She’d reached the door and opened it before he spoke again, with undertones that said he wanted her to stay.

“What I said earlier about the prowling, I wasn’t serious. I was trying to make a joke, but it didn’t come out right. I didn’t mean it like that.” He took a careful step toward her, perhaps in the hope that he could reach out to her if she’d let him.

*headdesk*

Are you for–?

*headdesk* *headdesk*

You know what this whole bit feels like? It feels like Actually-Fen-Harel looked at the fic before this point, realized “oh shit, my romance doesn’t have conflict”, and responded by crowbarring as much manufactured conflict into the fic as she could muster. That’s really what this feels like. This whole thing just feels contrived to fuck, and it feels even more contrived to fuck than it did before!

God, I can’t believe I’m complaining about a romance that is moving at the clip this romance is moving in having contrived conflict, but this conflict is incredibly contrived, and it just makes this worse! I just…

*headdesk*

Please call him out on that, Taren!Sue.

She shook her head, looking back at him sadly. “Garrus, the very fact that you’re even joking about something like that screams to me that there’s something wrong here. You can’t accept the most heartfelt apology I’ve given in my life. You act like a petulant child and you joke about things that should never be joked about by people in a relationship like we have… I just… I can’t. Not right now. I need a drink and I need to eat. And I need a friend to talk to. Maybe, just maybe, after that, we can sit down and talk about this like the rational adults we are.”

I can’t believe I’m about to say this, but thank you: you’ve finally pointed your bitchiness radar at a target that legitimately deserves it!

His mouth opened as if he wanted to say something, but nothing came out except for a gust of air that he released. It seemed to deflate his entire being somehow, as if he had given up hope in that very moment. His shoulders sagging, head hanging, he nodded slightly.

“Fine. Go, meet your friend. I think I’ll go out too, get a drink with some old friends if they’re still in Cipritine. Let me know when you get in and I’ll head back too.”

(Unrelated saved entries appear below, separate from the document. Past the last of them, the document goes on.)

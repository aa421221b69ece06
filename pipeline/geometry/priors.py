"""Real class heights in metres: the built-in prior table, the user's overrides, and the data's own 3D labels.

A class's real height turns the fitted ratios (class height over camera height) into metres: the camera
height of each camera group, and the ratio of a class with too few boxes to fit. Where the data set's
boxes carry their own 3D height (see :data:`HEIGHT_KEYS`), that measured height is used before any prior.
"""

from __future__ import annotations

import math
from collections.abc import Mapping
from dataclasses import dataclass

import numpy as np

from ..dataset import Annotation, Dataset

HOIEM = "Hoiem, Efros, Hebert, 'Putting Objects in Perspective', CVPR 2006 (height priors in the authors' code)"
NUSCENES = (
    "mean box height of the nuScenes labels (Caesar et al., 'nuScenes', CVPR 2020) as used by 3D detectors' "
    "anchor configs"
)
KITTI = "KITTI mean box height as used by 3D detectors' anchor configs (Geiger et al., CVPR 2012 data; from memory)"

PRIOR_HEIGHTS_M: Mapping[str, tuple[float, str]] = {
    # Cars differ by fleet: KITTI's labels average about 1.52-1.56 m, nuScenes' 1.72 m; Hoiem et al.'s prior
    # for street photos lies between them.
    "car": (1.59, HOIEM + ", car mean 1.59 m, sd 0.21"),
    "pedestrian": (1.70, HOIEM + ", pedestrian mean 1.70 m, sd 0.085"),
    "cyclist": (1.73, KITTI),
    "truck": (2.73, NUSCENES),
    "bus": (3.47, NUSCENES),
    "trailer": (3.82, NUSCENES),
    "construction_vehicle": (3.13, NUSCENES),
    "bicycle": (1.27, NUSCENES),
    "motorcycle": (1.44, NUSCENES),
    "traffic_cone": (1.06, NUSCENES),
    "barrier": (0.98, NUSCENES),
    "van": (2.2, "from memory: panel vans are about 1.9-2.6 m tall"),
    "tractor": (2.8, "from memory: farm tractors with a cab are about 2.5-3.1 m tall"),
    "works_trailer": (2.6, "from memory: road-works trailers with a raised warning board, about 2.3-3 m"),
}
"""Default real heights (metres) of classes, with where each value comes from. Names are matched after
lower-casing and turning spaces and hyphens into underscores."""

HEIGHT_KEYS: tuple[tuple[str, int | None, str], ...] = (
    ("height_m", None, "rarefill's own key: the object's real height in metres"),
    ("dim_hwl_m", 0, "3D size as [height, width, length] in metres, KITTI's label order"),
    ("bbox_cam3d", 4, "camera-frame 3D box [x, y, z, l, h, w, yaw] in mmdetection3d mono-3D COCO files (from memory)"),
    ("bbox_3d_cam", 4, "the same camera-frame 3D box under another spelling, [x, y, z, l, h, w, yaw]"),
)
"""Per-box keys read for an object's real height in metres, first match wins: ``(key, index or None, what)``.
A box without any of them (or with a value that is not a finite number > 0) has no measured height."""


@dataclass(frozen=True)
class MeasuredHeight:
    """A class's real height from the data's own 3D labels: geometric mean, log spread and box count."""

    metres: float
    log_sd: float
    n_boxes: int


def normalise_class_name(name: str) -> str:
    """Lower-case, spaces and hyphens to underscores: how class names are matched to prior heights."""
    return name.strip().lower().replace(" ", "_").replace("-", "_")


def prior_heights(priors: Mapping[str, float] | None = None) -> dict[str, float]:
    """The default :data:`PRIOR_HEIGHTS_M` table (metres) updated with ``priors`` (checked: finite, > 0)."""
    table = {name: metres for name, (metres, _) in PRIOR_HEIGHTS_M.items()}
    for name, metres in (priors or {}).items():
        if not isinstance(metres, (int, float)) or isinstance(metres, bool) or not 0 < metres < math.inf:
            raise ValueError(f"prior height of {name!r} must be a finite number of metres > 0, got {metres!r}")
        table[normalise_class_name(name)] = float(metres)
    return table


def box_height_m(ann: Annotation) -> float | None:
    """The real height (metres) a box's own 3D label gives under one of :data:`HEIGHT_KEYS`, else None."""
    for key, index, _ in HEIGHT_KEYS:
        value = ann.extra.get(key)
        if value is None:
            continue
        if index is not None:
            if not isinstance(value, (list, tuple)) or len(value) <= index:
                continue
            value = value[index]
        if isinstance(value, (int, float)) and not isinstance(value, bool) and 0 < value < math.inf:
            return float(value)
    return None


def measured_heights(dataset: Dataset) -> dict[str, MeasuredHeight]:
    """Per class name, the real height its non-crowd boxes' 3D labels give (classes without any are absent)."""
    names = dataset.category_names()
    found: dict[str, list[float]] = {}
    for ann in dataset.annotations():
        metres = None if ann.iscrowd else box_height_m(ann)
        if metres is not None:
            found.setdefault(names[ann.category_id], []).append(math.log(metres))
    return {
        name: MeasuredHeight(float(np.exp(np.mean(logs))), float(np.std(logs)), len(logs))
        for name, logs in found.items()
    }
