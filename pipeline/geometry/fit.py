"""Fit the ground models from the labelled boxes: per camera group a horizon, per-image offsets and a
camera height; per class one real height shared by the groups."""

from __future__ import annotations

import math
import warnings
from collections.abc import Mapping
from dataclasses import dataclass

import numpy as np

from ..dataset import Dataset
from ..errors import DatasetError
from .boxes import Boxes, collect_boxes, is_usable, usable_boxes
from .cameras import CameraGroups, ClassHeight, GroupInfo, describe_groups, group_images
from .model import MIN_FIT_BOXES, ClassGround, GroundModel
from .priors import PRIOR_HEIGHTS_M, measured_heights, normalise_class_name, prior_heights
from .solve import Fit, Layout, irls, ransac_horizon, ratio_for_horizon

PRIOR_LOG_SD = 0.15
"""Spread (sd of log height) given to a class scaled from its prior height: Hoiem et al.'s car prior has
sd 0.21 m on 1.59 m (0.13), rounded up because the prior is a class-wide guess, not this data's mean."""

MIN_CAMERA_BOXES = 3
"""Usable boxes a calibrated group with too few boxes to fit its horizon needs to fit its camera height
under the principal row: the median of three survives one occluded or mislabelled box."""

PITCH_SD_DEG = 3.0
"""Spread of a calibrated vehicle camera's pitch against the road, for the horizon's prior: cameras are
mounted level to within a degree or two and the body pitches a degree on its springs and on grades (from
memory). It only matters where the boxes say little, as with a few far objects at one row."""

MIN_SPREAD = 0.02
"""Floor of a fitted class's spread: box edges are labelled to about a pixel, 2% of a 50 px box, so a
tighter band would reject boxes for their labelling noise."""


@dataclass(frozen=True)
class _Known:
    """A class's real height from outside the boxes: metres, log spread, where from, and whether trusted
    (the user's or the data's own 3D labels) over the built-in table."""

    metres: float
    log_sd: float
    source: str
    trusted: bool


def fit_ground(
    dataset: Dataset,
    *,
    priors: Mapping[str, float] | None = None,
    rng: np.random.Generator | int | None = 0,
    min_boxes: int = MIN_FIT_BOXES,
) -> GroundModel:
    """Fit the ground model of a data set from one camera (see :func:`fit_cameras` for several).

    Raises
    ------
    DatasetError
        The images form more than one camera group (sizes, camera names or calibrations differ), or no
        class has ``min_boxes`` usable boxes.
    ValueError
        A bad prior height or ``min_boxes < 2``.
    """
    if min_boxes < 2:
        raise ValueError(f"min_boxes must be >= 2, got {min_boxes}")
    groups = group_images(dataset)
    if len(groups) != 1:
        raise DatasetError(
            dataset.source or "<dataset>",
            "images",
            f"a single ground model needs images of one size and one camera; found {describe_groups(groups)} "
            "(fit_cameras fits one model per camera group)",
        )
    return next(iter(fit_cameras(dataset, priors=priors, rng=rng, min_boxes=min_boxes).groups.values()))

She nodded, turning back to the door when she heard a subvocal song emanating from him; one that spoke to his sorrow and regret, his love for her, despair… She paused, considering the sound. She knew it was an old way to reach out, trying to say in song what words failed to express. It wasn’t often used anymore, subvocal queues were much more shorthand now; quick, clipped phrases and feelings, not long, drawn out sonnets of pure emotion.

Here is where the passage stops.